Exceeding costThe Monitor has exceeded 100 credits for more than 24 consecutive hours. Contact support to have Observe help you adjust the query in this Monitor.

When a Monitor is disabled, notifications are sent using the appropriate channels. See Notifications sent when a Monitor is disabled.

Monitors generating too many alerts are automatically disabled

Noisy Monitors generating a high number of alerts are automatically disabled.

You can configure this threshold in the Evaluation settings when you configure any Monitor. By default, the threshold is set to 100 alerts per hour, but you can change this number if you expect to have a Monitor generating a higher number of alerts.

Observe automatically disables any Monitor generating more than 3,600 alerts per hour.

Per-user query limits help protect your organization's compute budget

Query Compute limits are protection mechanisms by Observe which provide a guardrail against abnormally heavy usage of the product. If this ever does happen - it's usually an indication that the product is being used in a way that wasn't originally intended; please reach out so that we can help determine the best way to address that use case.

To give you more control over how query compute limits are shared across your organization, Observe applies default per-user credit limits in addition to your organization-level limit. Now, if a small number of Users in your organization uses a high amount of compute - only these users will experience any query throttling, and not the whole organization. These limits are set high enough to ensure that even typical power users will likely never hit them, but less than the organization-level limit, to provide overall protection.

You have full control over per-user limits. From the Observe UI, you can view and adjust query credit limits for individual RBAC groups or specific users to suit your organization's needs. This means that if you have power users who you need to be able to use more than others, you can configure this. Please note giving a User a very high user limit may make it more like the than organization hits it's organization-level limit.

To get assistance understanding or configuring your query credit limits, contact your Observe account representative or visit the Observe Support Portal.

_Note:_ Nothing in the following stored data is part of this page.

"""Coloured (smooth) Gaussian noise with the smoothness convention of :mod:`blanket.gcoords`.

Smooth noise is white noise convolved with a Gaussian kernel of standard deviation ``s``
seconds, ``k(t) = exp(-t**2 / (2 s**2))``. The convolution of two such kernels is a Gaussian
of variance ``2 s**2``, so the stationary process has autocorrelation

    rho(h) = exp(-h**2 / (4 s**2)),

the convention of :func:`blanket.gcoords.temporal_covariance` (Friston 2008, "Hierarchical
models in the brain", PLoS Comput Biol, eq. 6). Its integral is ``2 sqrt(pi) s``, which links a
continuous-time white-noise intensity ``Q`` to the marginal variance ``Q / (2 sqrt(pi) s)`` of
the smooth process with the same low-frequency power (see :func:`smooth_variance_from_intensity`).
"""

from __future__ import annotations

import numpy as np
from scipy.signal import fftconvolve

__all__ = [
    "KERNEL_TRUNCATION",
    "MAX_CLOSURE_ORDER",
    "gauss_markov_closure",
    "gaussian_kernel",
    "smooth_noise",
    "smooth_variance_from_intensity",
]

MAX_CLOSURE_ORDER = 7
"""Highest order of :func:`gauss_markov_closure`; above it ``S(s)`` is too ill-conditioned."""

KERNEL_TRUNCATION = 5.0
"""The Gaussian kernel is cut at ``KERNEL_TRUNCATION * s`` either side of its centre."""


def _check_positive(name: str, value: float) -> float:
    v = float(value)
    if not (np.isfinite(v) and v > 0):
        raise ValueError(f"{name} must be a finite number > 0, got {value!r}")
    return v


def _check_smoothness(smoothness: float) -> float:
    s = float(smoothness)
    if not (np.isfinite(s) and s >= 0):
        raise ValueError(f"smoothness must be a finite number of seconds >= 0, got {smoothness!r}")
    return s


def gaussian_kernel(dt: float, smoothness: float) -> np.ndarray:
    """Sampled Gaussian kernel of standard deviation ``smoothness`` seconds, unit energy.

    The kernel is sampled every ``dt`` seconds on ``|t| <= 5 s`` and scaled so that the sum of
    its squares is one: convolving unit white noise with it gives unit marginal variance.
    ``smoothness == 0`` (or a kernel narrower than one sample) returns ``[1.0]`` (white noise).

    Returns
    -------
    numpy.ndarray
        Shape ``(2 h + 1,)`` with ``h = floor(5 s / dt)``.
    """
    dt = _check_positive("dt", dt)
    s = _check_smoothness(smoothness)
    half = int(np.floor(KERNEL_TRUNCATION * s / dt)) if s > 0 else 0
    if half == 0:
        return np.ones(1)
    t = dt * np.arange(-half, half + 1, dtype=float)
    k = np.exp(-(t**2) / (2.0 * s * s))
    return k / np.sqrt(np.sum(k * k))


def smooth_variance_from_intensity(intensity: np.ndarray | float, smoothness: float) -> np.ndarray:
    """Marginal covariance ``Q / (2 sqrt(pi) s)`` of smooth noise with white-noise intensity ``Q``.

    ``Q`` is the spectral density at zero frequency (covariance per second of the integrated
    noise). A stationary process with autocorrelation ``rho`` and covariance ``V`` has
    zero-frequency density ``V * integral(rho) = V * 2 sqrt(pi) s`` for the Gaussian ``rho``
    above (Wiener-Khinchin theorem; common practice, no source). ``s`` must be > 0.
    """
    s = _check_smoothness(smoothness)
    if s == 0:
        raise ValueError("smoothness must be > 0 seconds for a finite variance, got 0")
    return np.asarray(intensity, dtype=float) / (2.0 * np.sqrt(np.pi) * s)


def _factor(covariance: np.ndarray) -> np.ndarray:
    """Return ``L`` with ``L @ L.T == covariance`` for a symmetric PSD matrix (singular allowed)."""
    w, V = np.linalg.eigh(covariance)
    tol = 1e-12 * max(1.0, float(np.max(np.abs(w))) if w.size else 1.0)
    if np.any(w < -tol):
        raise ValueError("covariance must be symmetric positive semi-definite")
    return V * np.sqrt(np.clip(w, 0.0, None))


def smooth_noise(
    rng: np.random.Generator,
    n_samples: int,
    dt: float,
    smoothness: float,
    covariance: np.ndarray | float | None = None,
    std: np.ndarray | float | None = None,
    dim: int | None = None,
) -> np.ndarray:
    """Draw stationary smooth Gaussian noise sampled every ``dt`` seconds.

    Unit white noise is convolved with :func:`gaussian_kernel` (standard deviation
    ``smoothness`` seconds, cut at 5 s), then coloured across dimensions by a square root of the
    nominal covariance, so every sample has exactly that marginal covariance and lag ``h``
    autocorrelation ``exp(-h^2 / (4 s^2))`` (up to sampling of the kernel when ``s`` is
    comparable to ``dt``). The white noise is drawn with a margin of one kernel half-width at
    each end and only the fully convolved middle is kept, so there are no edge effects.
    ``smoothness == 0`` gives independent samples.

    Parameters
    ----------
    rng : numpy.random.Generator
        Source of randomness.
    n_samples : int
        Number of samples ``T``.
    dt : float
        Sample interval in seconds (> 0).
    smoothness : float
        Kernel standard deviation ``s`` in seconds (>= 0).
    covariance : array_like or float, optional
        Marginal covariance, ``(dim, dim)``, ``(dim,)`` (diagonal) or scalar. Give at most one
        of ``covariance`` and ``std``; with neither the covariance is the identity.
    std : array_like or float, optional
        Marginal standard deviation per dimension (diagonal covariance ``std**2``).
    dim : int, optional
        Dimension; inferred from ``covariance`` / ``std`` when omitted, else 1.

    Returns
    -------
    numpy.ndarray
        Shape ``(n_samples, dim)``.
    """
    if not isinstance(rng, np.random.Generator):
        raise ValueError("rng must be a numpy.random.Generator")
    if int(n_samples) != n_samples or n_samples < 0:
        raise ValueError(f"n_samples must be a whole number >= 0, got {n_samples!r}")
    n_samples = int(n_samples)
    if covariance is not None and std is not None:
        raise ValueError("give at most one of covariance and std")
    if std is not None:
        sd = np.atleast_1d(np.asarray(std, dtype=float))
        if sd.ndim != 1 or not np.all(np.isfinite(sd)) or np.any(sd < 0):
            raise ValueError("std must be finite and >= 0 per dimension")
        cov = np.diag(sd**2)
    elif covariance is not None:
        c = np.asarray(covariance, dtype=float)
        if c.ndim == 0:
            c = c.reshape(1, 1)
        elif c.ndim == 1:
            c = np.diag(c)
        if c.ndim != 2 or c.shape[0] != c.shape[1] or not np.all(np.isfinite(c)):
            raise ValueError(f"covariance must be a finite square matrix, got shape {c.shape}")
        if not np.allclose(c, c.T, rtol=1e-10, atol=1e-12):
            raise ValueError("covariance must be symmetric")
        cov = c
    else:
        cov = np.eye(1 if dim is None else int(dim))
    if dim is not None and int(dim) != cov.shape[0]:
        if covariance is None and std is not None and sd.size == 1:
            cov = np.eye(int(dim)) * cov[0, 0]
        else:
            raise ValueError(f"dim must match the covariance size {cov.shape[0]}, got {dim!r}")
    L = _factor(cov)
    d = cov.shape[0]
    kernel = gaussian_kernel(dt, smoothness)
    half = (kernel.size - 1) // 2
    white = rng.standard_normal((n_samples + 2 * half, d))
    if half:
        smooth = fftconvolve(white, kernel[:, None], mode="valid", axes=0)
    else:
        smooth = white
    return smooth @ L.T


def gauss_markov_closure(order: int, smoothness: float) -> tuple[np.ndarray, float]:
    """Stationary linear model for the generalized coordinates of unit smooth noise.

    The state is ``(v, v', ..., v^(q))`` for ``q = order``; the lower rows are the Taylor chain
    ``d v^(j)/dt = v^(j+1)`` and the top row closes it with a stable linear SDE

        d v^(q)/dt = -sum_l a_l v^(l) + sqrt(c) * (unit white noise).

    The ``q + 2`` numbers ``a_0..a_q, c`` are fixed by two requirements: the stationary
    covariance (the solution of the Lyapunov equation ``M X + X M' + c e_q e_q' = 0``) equals
    ``S(s)`` of :func:`blanket.gcoords.temporal_covariance` (``q + 1`` linear conditions, one of
    which gives ``c``), and the spectral density at zero frequency ``c / a_0^2`` equals
    ``2 sqrt(pi) s``, the integral of ``rho(h) = exp(-h^2 / (4 s^2))``, so low-frequency power
    (and hence the white-noise limit) is kept. Among the roots the stable one (all eigenvalues of
    ``M`` in the left half plane) with ``c > 0`` is returned. Our construction: a finite Markov
    stand-in for the non-Markov Gaussian-correlated noise, so a Kalman-type recursion can carry
    its generalized coordinates; ``S(s)`` is from Friston 2008, PLoS Comput Biol, eq. 6.

    Parameters
    ----------
    order : int
        Highest derivative ``q`` in the state (0 gives the Ornstein-Uhlenbeck process with
        correlation time ``sqrt(pi) s``).
    smoothness : float
        ``s`` in seconds, > 0.

    Returns
    -------
    drift : numpy.ndarray
        Companion matrix ``M``, shape ``(q + 1, q + 1)``.
    intensity : float
        ``c``, the white-noise intensity driving the top order.
    """
    from scipy.linalg import null_space

    from blanket.gcoords import temporal_covariance

    if int(order) != order or not 0 <= order <= MAX_CLOSURE_ORDER:
        raise ValueError(f"order must be a whole number in [0, {MAX_CLOSURE_ORDER}], got {order!r}")
    q = int(order)
    s = _check_smoothness(smoothness)
    if s == 0:
        raise ValueError("smoothness must be > 0 seconds for a Markov closure, got 0")
    # Solve for s = 1 (time in units of s), then rescale: a_l ~ s^-(q+1-l), c ~ s^-(2q+1).
    S = temporal_covariance(q, 1.0)
    psd0 = 2.0 * np.sqrt(np.pi)
    if q == 0:
        a = np.array([2.0 / psd0])
        c = 2.0 * a[0]
    else:
        # Lyapunov rows (q, j) for j < q: sum_l a_l S[l, j] = S[q, j + 1].
        L = np.array([[S[l, j] for l in range(q + 1)] for j in range(q)])
        rhs = np.array([S[q, j + 1] for j in range(q)])
        a_part = np.linalg.lstsq(L, rhs, rcond=None)[0]
        a_null = null_space(L)[:, 0]
        # (q, q) entry: c = 2 a . S[:, q]; zero-frequency density: c = psd0 a_0^2.
        c0, c1 = 2.0 * a_part @ S[:, q], 2.0 * a_null @ S[:, q]
        roots = np.roots(
            [
                psd0 * a_null[0] ** 2,
                2.0 * psd0 * a_part[0] * a_null[0] - c1,
                psd0 * a_part[0] ** 2 - c0,
            ]
        )
        found = None
        for t in roots:
            if abs(np.imag(t)) > 1e-9 * max(1.0, abs(t)):
                continue
            cand = a_part + np.real(t) * a_null
            c_cand = c0 + c1 * np.real(t)
            poles = np.roots(np.concatenate([[1.0], cand[::-1]]))
            if c_cand > 1e-9 and np.max(poles.real) < -1e-9:
                found = (cand, float(c_cand))
                break
        if found is None:  # pragma: no cover - tested to exist for every allowed order
            raise ValueError(f"order {q} has no stable Markov closure")
        a, c = found
    a = a / s ** (q + 1 - np.arange(q + 1))
    c = c / s ** (2 * q + 1)
    M = np.eye(q + 1, k=1)
    M[q, :] = -a
    return M, float(c)
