def run_scenario(
    scenario: Scenario,
    episodes: int,
    seed: int,
    out_dir: Path | None,
    progress: bool = True,
    record: bool = True,
    safety: bool = True,
) -> dict[str, Any]:
    """Run a scenario end to end: env, agent, episodes, logs, ``summary.json``, figure."""
    env = make_env(scenario.env, scenario.env_options)
    try:
        if safety:
            env = with_safety(env)
        agent = build_agent(env, scenario.agent)
        writer = None
        if record and out_dir is not None:
            from blanket.logs import RunWriter

            meta = _run_metadata(scenario, env, seed)
            if hasattr(agent, "precision_summary"):
                meta["agent_precision"] = agent.precision_summary()
            writer = RunWriter(out_dir, meta, overwrite=True)
        try:
            results = run_episodes(
                env,
                agent,
                episodes,
                seed,
                writer=writer,
                progress=progress,
                description=scenario.name,
            )
        finally:
            if writer is not None:
                writer.close()
        summary = summarize(results)
        if out_dir is not None:
            (out_dir / "summary.json").write_text(json.dumps(summary, indent=2) + "\n")
            write_figure(
                results,
                out_dir / "reach.png",
                f"{scenario.name}: {scenario.env}",
                tolerance_m=_tolerance_m(env),
            )
        return summary
    finally:
        env.close()


def with_safety(env: Any) -> Any:
    """Wrap ``env`` in :class:`blanket.wrappers.SafetyLimits` (what demo, run and bench use)."""
    from blanket.wrappers import SafetyLimits

    return SafetyLimits(env)
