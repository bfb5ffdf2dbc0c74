"""Laplace-encoded free energy, its gradients and curvature (pure functions on arrays).

Under the Laplace assumption with Gaussian noise, the free energy of a belief ``mu`` is, up
to constants, a sum over error terms (sensory channels, prior dynamics, priors)

    F = 1/2 sum_i e_i' P_i e_i - 1/2 sum_i ln|P_i|,

with ``e_i`` the prediction errors and ``P_i`` their precisions (Friston 2008, "Hierarchical
models in the brain", PLoS Comput Biol, eqs. 8-9; Buckley, Kim, McGregor & Seth 2017, "The
free energy principle for action and perception: a mathematical review", J Math Psychol,
sec. 5). The determinant is the *pseudo*-determinant (product of the positive eigenvalues), so
error terms whose precision is singular -- e.g. generalized orders that carry zero precision
under white noise -- are allowed and simply contribute nothing in those directions.

Every function accepts a sequence of error terms: ``errors[i]`` of shape ``(k_i,)`` and
``precisions[i]`` of shape ``(k_i, k_i)``, with Jacobians ``(k_i, n)`` with respect to the
belief (or action) of length ``n``. A precision given as a vector of shape ``(k_i,)`` is the
diagonal of a diagonal precision: the fast form, with no ``k_i x k_i`` products (the agent's
channels all have diagonal precisions).
"""

from __future__ import annotations

from collections.abc import Sequence

import numpy as np
from scipy.special import chdtri

__all__ = [
    "log_pseudo_determinant",
    "free_energy",
    "belief_gradient",
    "belief_curvature",
    "action_gradient",
    "log_precision_gradient",
    "log_precision_gradient_diagonal",
    "normalized_error",
    "chi_square_threshold",
]


def _as_terms(
    errors: Sequence[np.ndarray], precisions: Sequence[np.ndarray]
) -> list[tuple[np.ndarray, np.ndarray]]:
    if len(errors) != len(precisions):
        raise ValueError(
            f"errors and precisions must have the same length, got {len(errors)} and "
            f"{len(precisions)}"
        )
    out = []
    for i, (e, P) in enumerate(zip(errors, precisions, strict=True)):
        e = np.atleast_1d(np.asarray(e, dtype=float)).ravel()
        P = _precision(P, e.size, f"precisions[{i}]", f" to match errors[{i}]")
        out.append((e, P))
    return out


def _precision(P: np.ndarray, k: int, name: str, context: str = "") -> np.ndarray:
    """``P`` as a (k, k) matrix, or as a (k,) vector (the diagonal of a diagonal precision)."""
    P = np.asarray(P, dtype=float)
    if P.ndim == 1 and P.shape == (k,):
        return P
    P = np.atleast_2d(P)
    if P.shape != (k, k):
        raise ValueError(f"{name} must have shape {(k, k)} or {(k,)}{context}, got {P.shape}")
    return P


def _weigh(P: np.ndarray, x: np.ndarray) -> np.ndarray:
    """``P x`` for a full precision or the diagonal vector of a diagonal one."""
    return P * x if P.ndim == 1 else P @ x


def _jacobians(jacobians: Sequence[np.ndarray], terms: list, name: str) -> list[np.ndarray]:
    if len(jacobians) != len(terms):
        raise ValueError(f"{name} must have one entry per error term, got {len(jacobians)}")
    out = []
    for i, (J, (e, _)) in enumerate(zip(jacobians, terms, strict=True)):
        J = np.asarray(J, dtype=float)
        if J.ndim == 1:
            J = J.reshape(e.size, -1)
        if J.ndim != 2 or J.shape[0] != e.size:
            raise ValueError(f"{name}[{i}] must have {e.size} rows, got shape {J.shape}")
        out.append(J)
    if len({J.shape[1] for J in out}) > 1:
        raise ValueError(f"{name} must all have the same number of columns")
    return out


def _weighted_errors(
    errors: Sequence[np.ndarray],
    jacobians: Sequence[np.ndarray],
    precisions: Sequence[np.ndarray],
    name: str,
) -> np.ndarray:
    """``sum_i J_i' P_i e_i``."""
    terms = _as_terms(errors, precisions)
    Js = _jacobians(jacobians, terms, name)
    if not Js:
        raise ValueError(f"{name} must hold at least one term")
    return np.sum([J.T @ _weigh(P, e) for J, (e, P) in zip(Js, terms, strict=True)], axis=0)


def log_pseudo_determinant(precision: np.ndarray, rtol: float = 1e-12) -> float:
    """Log pseudo-determinant: sum of ``ln`` of the eigenvalues above ``rtol * max``.

    For a symmetric positive semi-definite matrix, or the vector of a diagonal one. Zero
    eigenvalues (precision-free directions) are skipped; a full-rank matrix gives ``ln|P|``.
    """
    P = np.asarray(precision, dtype=float)
    if P.size == 0:
        return 0.0
    if P.ndim == 1:  # the diagonal of a diagonal precision
        top = float(np.max(P))
        return float(np.sum(np.log(P[P > rtol * top]))) if top > 0 else 0.0
    P = np.atleast_2d(P)
    w = np.linalg.eigvalsh(0.5 * (P + P.T))
    top = float(np.max(w))
    if top <= 0:
        return 0.0
    keep = w > rtol * top
    return float(np.sum(np.log(w[keep])))


def free_energy(errors: Sequence[np.ndarray], precisions: Sequence[np.ndarray]) -> float:
    """Laplace-encoded free energy ``1/2 sum e'Pe - 1/2 sum ln|P|`` (constants dropped).

    Friston 2008, PLoS Comput Biol, eq. 9 (the Gaussian energy under the Laplace assumption);
    Buckley et al. 2017, J Math Psychol, eq. 41 for the single-level form. ``ln|P|`` is the log
    pseudo-determinant (:func:`log_pseudo_determinant`), so zero-precision orders are allowed.

    Parameters
    ----------
    errors : sequence of numpy.ndarray
        Prediction errors ``e_i``, each of shape ``(k_i,)``.
    precisions : sequence of numpy.ndarray
        Precisions ``P_i``, each symmetric PSD of shape ``(k_i, k_i)``, or ``(k_i,)`` for a
        diagonal one.

    Returns
    -------
    float
    """
    F = 0.0
    for e, P in _as_terms(errors, precisions):
        F += 0.5 * float(e @ _weigh(P, e)) - 0.5 * log_pseudo_determinant(P)
    return F


def belief_gradient(
    errors: Sequence[np.ndarray],
    error_jacobians: Sequence[np.ndarray],
    precisions: Sequence[np.ndarray],
) -> np.ndarray:
    """Gradient of :func:`free_energy` with respect to the belief: ``sum_i J_i' P_i e_i``.

    ``J_i = d e_i / d mu`` (for a sensory error ``e = y - g(mu)`` this is ``-dg/dmu``). Friston
    2008, eq. 10 (the gradient that perception descends). Precisions are taken as symmetric.

    Returns
    -------
    numpy.ndarray
        Shape ``(n,)``.
    """
    return _weighted_errors(errors, error_jacobians, precisions, "error_jacobians")


def belief_curvature(
    error_jacobians: Sequence[np.ndarray], precisions: Sequence[np.ndarray]
) -> np.ndarray:
    """Gauss-Newton Hessian of :func:`free_energy`: ``sum_i J_i' P_i J_i``.

    Exact for errors linear in the belief; otherwise the Gauss-Newton approximation that drops
    second derivatives of the errors. Its inverse is the Laplace posterior covariance (Friston
    2008, eq. 9: the conditional precision is the curvature of the energy at the mode).

    Returns
    -------
    numpy.ndarray
        Shape ``(n, n)``.
    """
    if len(error_jacobians) != len(precisions):
        raise ValueError("error_jacobians and precisions must have the same length")
    H = None
    for i, (J, P) in enumerate(zip(error_jacobians, precisions, strict=True)):
        J = np.atleast_2d(np.asarray(J, dtype=float))
        P = _precision(P, J.shape[0], f"precisions[{i}]")
        term = (J.T * P) @ J if P.ndim == 1 else J.T @ P @ J
        if H is None:
            H = term
        elif H.shape != term.shape:
            raise ValueError("error_jacobians must all have the same number of columns")
        else:
            H = H + term
    if H is None:
        raise ValueError("error_jacobians must hold at least one term")
    return 0.5 * (H + H.T)


def action_gradient(
    errors: Sequence[np.ndarray],
    error_action_jacobians: Sequence[np.ndarray],
    precisions: Sequence[np.ndarray],
) -> np.ndarray:
    """Gradient of :func:`free_energy` with respect to action: ``sum_i (de_i/da)' P_i e_i``.

    Action changes free energy only through sensations, ``de/da = -dy~/da``, so action descends
    ``-(dy~/da)' P e`` (Friston 2008 / Friston et al. 2010; Buckley et al. 2017, eq. 48).

    Returns
    -------
    numpy.ndarray
        Shape ``(n_actions,)``.
    """
    return _weighted_errors(errors, error_action_jacobians, precisions, "error_action_jacobians")


def log_precision_gradient(error: np.ndarray, precision: np.ndarray) -> float:
    """``dF/dl`` for a precision ``P = exp(l) P_base``: ``1/2 (e'Pe - n)``.

    With ``P = exp(l) I`` this is the familiar ``1/2 (exp(l) e'e - n)`` (Friston 2008, eq. 12
    for the hyperparameter gradient; Buckley et al. 2017, sec. 6). ``n`` is the rank of ``P``
    (the number of components with precision), so zero-precision components do not count.
    """
    e = np.atleast_1d(np.asarray(error, dtype=float)).ravel()
    P = np.atleast_2d(np.asarray(precision, dtype=float))
    if P.shape != (e.size, e.size):
        raise ValueError(f"precision must have shape {(e.size, e.size)}, got {P.shape}")
    rank = int(np.linalg.matrix_rank(P)) if P.size else 0
    return 0.5 * (float(e @ P @ e) - rank)


def log_precision_gradient_diagonal(error: np.ndarray, precision: np.ndarray) -> np.ndarray:
    """Per-component ``dF/dl_j`` for diagonal ``P = diag(exp(l))``: ``1/2 (P_jj e_j^2 - 1)``.

    ``precision`` is the diagonal ``(n,)`` or a diagonal matrix ``(n, n)``. Components with zero
    precision get gradient zero (they carry no log-determinant term).
    """
    e = np.atleast_1d(np.asarray(error, dtype=float)).ravel()
    p = np.asarray(precision, dtype=float)
    if p.ndim == 2:
        if p.shape != (e.size, e.size) or np.any(p - np.diag(np.diag(p))):
            raise ValueError(f"precision must be diagonal of size {e.size}")
        p = np.diag(p)
    p = np.atleast_1d(p)
    if p.shape != (e.size,):
        raise ValueError(f"precision must have {e.size} entries, got shape {p.shape}")
    return np.where(p > 0, 0.5 * (p * e * e - 1.0), 0.0)


def normalized_error(error: np.ndarray, precision: np.ndarray) -> float:
    """Normalized (squared) prediction error ``e'Pe``: the innovation statistic.

    If ``e ~ N(0, inv(P))`` it is chi-square distributed with ``rank(P)`` degrees of freedom
    (Bar-Shalom, Li & Kirubarajan 2001, "Estimation with Applications to Tracking and
    Navigation", sec. 5.4 (section from memory): the normalized innovation squared).
    """
    e = np.atleast_1d(np.asarray(error, dtype=float)).ravel()
    P = np.atleast_2d(np.asarray(precision, dtype=float))
    if P.shape != (e.size, e.size):
        raise ValueError(f"precision must have shape {(e.size, e.size)}, got {P.shape}")
    return float(e @ P @ e)


def chi_square_threshold(dof: int, false_alarm: float = 0.01) -> float:
    """Upper chi-square quantile: ``e'Pe`` above it flags a fault at rate ``false_alarm``.

    ``scipy.stats.chi2.ppf(1 - false_alarm, dof)``, computed as the inverse survival
    function ``scipy.special.chdtri(dof, false_alarm)`` (no loss of digits in ``1 - p``).
    """
    if int(dof) != dof or dof < 1:
        raise ValueError(f"dof must be a whole number >= 1, got {dof!r}")
    if not (0.0 < float(false_alarm) < 1.0):
        raise ValueError(f"false_alarm must be in (0, 1), got {false_alarm!r}")
    return float(chdtri(int(dof), float(false_alarm)))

Notifications sent when a Monitor is disabled

When a Monitor is disabled, the following notifications are sent:

  • Emails to the Monitor owner and last updater (most recent user to update the Monitor). In the case that the Monitor owner or last updater are not available, for example, they left the company, the recipients from the Monitor email actions (other users or static addresses without templates) are notified.
  • Everyone else the Monitor is configured to notify in the action rules. All webhook, Slack, and PagerDuty actions are run for all URLs that are valid and allowed.

Common trouble states

The following table summarizes the common trouble state for health monitors:

Trouble stateDescription
Failed to evaluate monitorThis causes a Failed health state that lasts until the next successful execution. A Monitor may fail to evaluate because of dataset re-materialization. Materialization failures may indicate hitting an on-demand materialization limit. Resolving this state requires reviewing your Usage Dashboard and Acceleration Manager to determine if Datasets the monitor needs are unable to materialize.
Detected upstream data updatesObserve maintains awareness of monitored data stability, and will set a Warning state due to changes to data that has already been evaluated. Changes in upstream data can lead to flapping of alert states, false negative, or false positive alerts. The root cause of a change can be due to late-arriving data or a stability delay that is not sufficient for the expected upstream data. Note that upstream stability is not only a matter of external data providers; data instability can be produced by joining a dataset with a periodic update as well. To correct this issue, gradually increase the Monitor's stabilization delay value.